LONDON: Barbara H. Stanley, a psychologist and researcher who developed a simple, effective tool for suicide prevention, died on Wednesday in a hospice in Scotch Plains, N.J. She was 73. Her daughter, Melissa Morris, said the cause was ovarian cancer. Dr. Stanley, a professor of psychology at Columbia University and the director of suicide prevention training at New York State Psychiatric Institute, helped propel a major shift in the field of mental health as researchers began to view suicide as a distinct problem that could be directly addressed, rather than as a symptom of another disorder.

Her most prominent contribution was an idea that is deceptively simple. The Stanley-Brown Safety Planning Intervention asks patients struggling with suicidal urges to compose a written plan that lists coping strategies, as well as sources of support or distraction that could help them weather a suicidal crisis.

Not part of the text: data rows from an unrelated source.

import { describe, expect, it } from "vitest";
import { adherenceOver, AdherenceInputError, dayRange, lastDaysRange, programmeToDate } from "@/lib/adherence";
import { input, logged, MON, THU, v1, v2, version } from "./fixtures";

const week = { from: MON, to: "2026-11-08" };
const over = (...args: Parameters<typeof input>) => () => adherenceOver(input(...args), week);

describe("days that are not days", () => {
  it.each(["2026-02-30", "2026-13-01", "2026-11-2", "02/11/2026", "", "2026-11-02T10:00"])("refuses %j", (day) => {
    // common practice (no published source): a calendar day is written yyyy-mm-dd and must exist; 30 February
    // would otherwise roll over into March without a word.
    expect(over([v1], logged(30, day))).toThrow(AdherenceInputError);
    expect(over([v1], logged(30, day))).toThrow(/real calendar day written yyyy-mm-dd/);
    expect(over([{ ...v1, publishedOn: day }])).toThrow(/Version 1's publication day/);
  });

  it("accepts 29 February in a leap year only", () => {
    // worked example (our own arithmetic): 2028 is divisible by 4 (and not a century), 2027 is not.
    expect(() => dayRange("2028-02-29", "2028-02-29")).not.toThrow();
    expect(() => dayRange("2027-02-29", "2027-02-29")).toThrow(/2027-02-29/);
  });

  it("refuses a period that ends before it starts, and a window of no days", () => {
    // worked example (our own arithmetic): 8 November comes after 2 November; a window needs at least one day.
    expect(() => adherenceOver(input([v1]), { from: "2026-11-08", to: MON })).toThrow(/comes after the last/);
    expect(() => lastDaysRange(0, MON)).toThrow(/whole number of days from 1/);
    expect(() => lastDaysRange(1.5, MON)).toThrow(/whole number of days from 1/);
    expect(lastDaysRange(1, MON)).toEqual({ from: MON, to: MON });
    expect(() => programmeToDate(input([v1]), "today")).toThrow(/Today must be/);
  });
});

describe("minutes", () => {
  it.each([-5, Number.NaN, Number.POSITIVE_INFINITY])("refuses %d minutes", (minutes) => {
    // common practice (no published source): time spent cannot be negative or unknown.
    expect(over([v1], logged(minutes, THU))).toThrow(/minutes must be 0 or more/);
  });

  it("accepts 0 minutes as a session that was logged", () => {
    // worked example (our own arithmetic): 1 session of 0 min = 1/5 of sessions, 0/150 of minutes.
    const result = adherenceOver(input([v1], logged(0, THU)), week);
    expect([result.sessions.ratio, result.minutes.ratio]).toEqual([0.2, 0]);
  });
});

describe("versions", () => {
  it("may come in any order", () => {
    // worked example (our own arithmetic): the newest-first list gives the same 55/7 as the oldest-first one.
    expect(adherenceOver(input([v2, v1]), week)).toEqual(adherenceOver(input([v1, v2]), week));
    expect(adherenceOver(input([v2, v1]), week).sessions.prescribed).toBeCloseTo(55 / 7, 12);
  });

  it("may not be dated out of order with their numbers, nor share a number", () => {
    // common practice (no published source): version numbers are given in order of publication.
    expect(over([v1, { ...v2, publishedOn: "2026-11-01" }])).toThrow(/Version 2 \(2026-11-01\) is dated before version 1 \(2026-11-02\)/);
    expect(over([v1, { ...v2, number: 1 }])).toThrow(/Version 1 appears twice/);
    expect(over([{ ...v1, number: 0 }])).toThrow(/whole number from 1/);
  });

  it.each([
    [{ minutesPerSession: 0 }, /minutes per session must be more than 0/],
    [{ sessionsPerDay: 1.5 }, /sessions per day must be a whole number/],
    [{ daysPerWeek: 8 }, /days per week must be a whole number from 1 to 7/],
    [{ weeks: 0 }, /weeks must be a whole number from 1/],
  ])("refuses a schedule with %o", (schedule, message) => {
    // common practice (no published source): a week has 7 days, and a prescription prescribes something.
    expect(over([version(1, MON, schedule)])).toThrow(message);
  });
});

The idea of a written document was not new. For years, clinicians had asked patients to sign a “no-suicide contract,” effectively promising their doctors not to engage in self-harm. But there was little evidence that these agreements had much effect, said Gregory K. Brown, Dr. Stanley’s research partner and the director of the Penn Center for the Prevention of Suicide at the University of Pennsylvania.

In 2008, when they first tested the written safety plans, Dr. Stanley and Dr. Brown envisioned them as a short-term measure to tide adolescent patients over while they waited for slow, labour-intensive courses of therapy — the real treatment — to have an effect. But patients right away singled out the written safety plan as so helpful that the team developed it as a free-standing intervention. The researchers often compared the written plans to “stop, drop and roll” fire-safety training, or to the safety cards distributed on airplanes — a way to provide very simple instructions to help people make sound decisions in the midst of overwhelming emotions.

“There is something about this kind of intervention,” Dr. Stanley said in a 2019 interview, “that helps them get through that period of time.” Patients, she said, “actually really like the piece of paper.” She recalled hearing from two separate patients who, while standing on bridges considering suicide, changed their minds because they pulled out their safety plan and read it. Even years after composing a safety plan, she said, “almost everybody could tell you the exact location, where it was at that exact moment.” “Over two-thirds of the people had used their safety plan at least once,” she said. “So it was a living, breathing document for them.” Clinicians treating veterans showed immediate interest, and the researchers were inundated with requests for training programs, manuals and handouts, even before the technique’s effectiveness could be demonstrated in randomised controlled trials.

Research did eventually bear out their enthusiasm. In 2018, a study of 1,640 suicidal patients at Veterans Affairs hospitals around the country found that two simple interventions in emergency departments — a written safety plan combined with follow-up phone calls — reduced suicidal behavior by 45 percent. The patients were also twice as likely to receive mental health treatment in the six months following their visit.